The Borrower’s Challenge

For many owners, the refinancing wall represents a squeeze between valuations and debt capacity. Properties with stable income but lower appraised values can’t support their existing loan balances under today’s higher rates.

Lenders are increasingly offering short-term extensions, partial paydowns, or structured modifications to buy time, but these solutions often come with tighter loan covenants and higher pricing. For others, the answer lies in bringing new capital to the table through pref equity, mezz, or JV recaps.

From Crisis to Opportunity

Behind the headlines of distress lies a more dynamic reality, a market flush with capital seeking yield and structure. Opportunistic investors and funds are actively targeting recapitalization opportunities rather than foreclosures.

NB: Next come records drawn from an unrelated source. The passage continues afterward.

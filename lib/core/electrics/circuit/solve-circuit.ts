import type { Circuit, Solution, Trace } from "./conditioner-types";
import { solveOutput } from "./solve-output";
import { COARSE_V, solveShaper, type ShapedSignal } from "./solve-shaper";

/**
 * Solves one conditioner for one strike, as a circuit: the coupling network loads the divider, the clamp and envelope
 * diodes and the follower are devices, the comparator has one current limit for its whole load.
 * @param withTrace also the signals over time.
 */
export function solveCircuit(circuit: Circuit, withTrace = false): Solution {
  const shaped = solveShaper(circuit);
  const output = solveOutput(circuit, shaped);
  const { seriesOhm, shuntOhm } = circuit;
  const fires = !shaped.restsHigh && output.pulses.length > 0;
  return {
    fires,
    restsHigh: shaped.restsHigh,
    padRestV: shaped.padRestV,
    padHitV: shaped.padHitV,
    shapedPeakV: shaped.peakV,
    shapedLeastV: shaped.leastV,
    thresholdV: circuit.thresholdV,
    pulses: fires ? output.pulses : [],
    restV: output.restV,
    activeV: fires ? output.highestV : output.restV,
    sourceOhm: shuntOhm === Infinity ? seriesOhm : (seriesOhm * shuntOhm) / (seriesOhm + shuntOhm),
    envelope: output.envelope,
    tripped: shaped.flips.length > 0,
    trace: withTrace ? traceOf(shaped, output) : null,
  };
}

/**
 * Whether the circuit fires at all, quickly: for searches and samples.
 * @returns the highest level over the threshold too, V.
 */
export function firesQuickly(circuit: Circuit): { fires: boolean; marginV: number; pulses: number } {
  const shaped = solveShaper(circuit, COARSE_V);
  const marginV = shaped.peakV - circuit.tripV;
  if (shaped.restsHigh || shaped.flips.length === 0) return { fires: false, marginV, pulses: 0 };
  // An envelope matters to firing only where filling it takes the comparator to its limit.
  const fill = circuit.envelope ? (circuit.outHighV - 0.5) / (circuit.envelope.seriesOhm + 1) + circuit.outHighV / (circuit.seriesOhm + circuit.loadOhm) : 0;
  const output = solveOutput(fill > circuit.limitA ? circuit : { ...circuit, envelope: null }, shaped);
  return { fires: output.pulses.length > 0, marginV, pulses: output.pulses.length };
}

const MOST_POINTS = 400;

/** The signals at common times: the shaper's own steps with the output's merged in. */
function traceOf(shaped: ShapedSignal, output: ReturnType<typeof solveOutput>): Trace {
  const all = [...new Set([...shaped.timeS, ...output.timeS.filter((t) => t <= shaped.endS)])].sort((a, b) => a - b);
  const stride = Math.ceil(all.length / MOST_POINTS);
  const timeS = all.filter((_, i) => i % stride === 0 || i === all.length - 1);
  return {
    timeS,
    padV: sample(shaped.timeS, shaped.padV, timeS),
    shapedV: sample(shaped.timeS, shaped.shapedV, timeS),
    outputV: sample(output.timeS, output.outputV, timeS),
    envelopeV: output.envelope ? sample(output.timeS, output.envelopeV, timeS) : null,
  };
}

/** Straight between known points, held outside them; of two points at one time the later counts. */
function sample(times: readonly number[], values: readonly number[], at: readonly number[]): number[] {
  let i = 0;
  return at.map((t) => {
    while (i + 1 < times.length && (times[i + 1] as number) <= t) i += 1;
    const [t0, v0] = [times[i] as number, values[i] as number];
    const [t1, v1] = [times[i + 1] ?? t0, values[i + 1] ?? v0];
    return t1 > t0 && t > t0 ? v0 + ((v1 - v0) * (t - t0)) / (t1 - t0) : v0;
  });
}
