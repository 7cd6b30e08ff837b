using System.Security.Claims;
using Microsoft.AspNetCore.Components.Authorization;
using PathPortal.Portal.Data;

namespace PathPortal.Web.Hosting;

/// <summary>Who acts on this page or in this circuit.</summary>
public sealed class CurrentActor(AuthenticationStateProvider state)
{
    public async Task<Actor> GetAsync() => Of((await state.GetAuthenticationStateAsync()).User);

    public static Actor Of(ClaimsPrincipal user) => Guid.TryParse(user.FindFirstValue(ClaimTypes.NameIdentifier), out var id)
        ? Actor.Of(id)
        : throw new InvalidOperationException("Nobody is signed in; the page should not have been reached.");
}
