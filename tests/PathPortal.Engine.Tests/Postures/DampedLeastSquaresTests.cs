using MathNet.Numerics.LinearAlgebra;
using PathPortal.Engine.Arms;
using PathPortal.Engine.Geometry;
using PathPortal.Engine.Postures;
using PathPortal.Engine.Tests.Published;

namespace PathPortal.Engine.Tests.Postures;

public sealed class DampedLeastSquaresTests
{
    [Fact]
    public void Solve_NearlySingularPlanarArm_IsThePublishedVelocity()
    {
        var published = PublishedCase.Get("DLS-01");
        var J = published.ExpectedMatrix("J").SelectMany(row => row).ToArray();
        var lambda = published.InputNumber("lam");

        Approximately.Equal(
            PublishedCase.Numbers(published.Expected.GetProperty("qdot")),
            Solve(J, 2, 2, lambda * lambda, published.Input("v")),
            published.Tolerance,
            published.Source);
    }

    [Fact]
    public void Solve_AtASingularity_IgnoresTheLostDirection()
    {
        var published = PublishedCase.Get("DLS-08");
        var arm = TestArms.Planar(published.InputNumber("l1"), published.InputNumber("l2"));
        double[] q = [.. published.Input("q_deg").Select(d => d * Math.PI / 180)];
        var full = GeometricJacobian.Compute(arm, q, RigidTransform.Identity);
        double[] J = [full[0, 0], full[0, 1], full[1, 0], full[1, 1]];
        var damping = Math.Pow(published.InputNumber("lam"), 2);

        foreach (var direction in new[] { "radial", "tangential" })
        {
            Approximately.Equal(
                PublishedCase.Numbers(published.Expected.GetProperty("qdot_" + direction)),
                Solve(J, 2, 2, damping, published.Input("v_" + direction)),
                published.Tolerance,
                published.Source);
        }
    }

    [Fact]
    public void Solve_ReferenceLibraryArms_AgreesWithTheirDampedVelocities()
    {
        foreach (var entry in PublishedCase.File("kdl").EnumerateArray())
        {
            foreach (var item in entry.GetProperty("cases").EnumerateArray())
            {
                var rows = PublishedCase.Matrix(item.GetProperty("expected").GetProperty("J"));
                var lambda = item.GetProperty("inputs").GetProperty("lambda").GetDouble();
                var expected = PublishedCase.Numbers(item.GetProperty("expected").GetProperty("qdot_numpy_dls"));
                var found = Solve(
                    [.. rows.SelectMany(r => r)], 6, rows[0].Length, lambda * lambda, PublishedCase.Numbers(item.GetProperty("inputs").GetProperty("twist")));

                // rad/s; the condition of the damped system, (σ_max/λ)² of a few thousand, costs four digits of sixteen.
                Approximately.Equal(expected, found, 1e-11, entry.GetProperty("name").GetString()!);
            }
        }
    }

    [Fact]
    public void Solve_RandomMatrices_AgreesWithMathNetAndKeepsTheBound() => Seeded.Cases(500, random =>
    {
        var (m, n) = (random.Next(1, 7), random.Next(1, 9));
        double[] J = [.. Enumerable.Range(0, m * n).Select(_ => random.Between(-1, 1))];
        double[] u = [.. Enumerable.Range(0, m).Select(_ => random.Between(-1, 1))];
        var lambda = random.Between(0.01, 0.5);
        var x = Solve(J, m, n, lambda * lambda, u);

        var matrix = Matrix<double>.Build.Dense(m, n, (i, k) => J[i * n + k]);
        var svd = matrix.Svd();
        var expected = new double[n];
        for (var i = 0; i < Math.Min(m, n); i++)
        {
            var gain = svd.S[i] / (svd.S[i] * svd.S[i] + lambda * lambda) * svd.U.Column(i).DotProduct(Vector<double>.Build.Dense(u));
            for (var k = 0; k < n; k++)
            {
                expected[k] += gain * svd.VT[i, k];
            }
        }

        Approximately.Equal(expected, x, 1e-10, $"{m}×{n}, λ {lambda:G3}");

        // |q̇| ≤ |v|/(2λ) for constant λ (Wampler 1986).
        Assert.True(Norm(x) <= Norm(u) / (2 * lambda) * (1 + 1e-12));
    });

    [Fact]
    public void Solve_NotFinite_IsRefused()
    {
        Span<double> x = new double[2];

        Assert.False(DampedLeastSquares.Solve([1, double.NaN, 0, 1], 2, 2, 0.01, [1, 1], x));
        Assert.False(DampedLeastSquares.Solve([0, 0, 0, 0], 2, 2, 0, [1, 1], x));
    }

    private static double[] Solve(double[] J, int m, int n, double damping, double[] u)
    {
        var x = new double[n];
        Assert.True(DampedLeastSquares.Solve(J, m, n, damping, u, x));
        return x;
    }

    private static double Norm(double[] v) => Math.Sqrt(v.Sum(c => c * c));
}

Sponsors willing to engage early and restructure intelligently can position their assets for long-term stability, or even expansion. Creative refinancing strategies, executed with the right capital partner, can transform a maturity problem into a value creation moment.

How Lever Capital Partners Can Help

At Lever Capital Partners, we specialize in helping clients navigate complex refinancing and recapitalization scenarios through a combination of market insight, capital relationships, and structuring expertise.

  • Creative Refinancing Solutions – We arrange bridge loans, mezzanine financing, and preferred equity to help borrowers close the refinancing gap without losing control of their assets.
  • Access to Active Capital Sources – Our relationships span private credit funds, institutional lenders, and family offices seeking exposure to well-structured CRE debt opportunities.
  • Strategic Advisory on Extensions & Recaps – We guide sponsors through loan modifications, extensions, and partial paydowns, preserving flexibility and ownership.
  • Capital Stack Optimization – From senior debt to equity, we design tailored capital stacks that align with each project’s cash flow, risk profile, and long-term vision.
  • Market Intelligence & Positioning – Our team provides real-time insight into lender sentiment, spreads, and underwriting criteria, ensuring each client’s financing package stands out.

Turning the Wall into a Window

The coming refinancing wave will separate reactive borrowers from strategic ones. Those who act early, communicate transparently with lenders, and engage experienced capital advisors can transform pressure into opportunity.

For Lever Capital Partners and our clients, this $2 trillion maturity wall represents not a dead end, but a window into the next cycle of innovation, partnership, and long-term value creation in commercial real estate.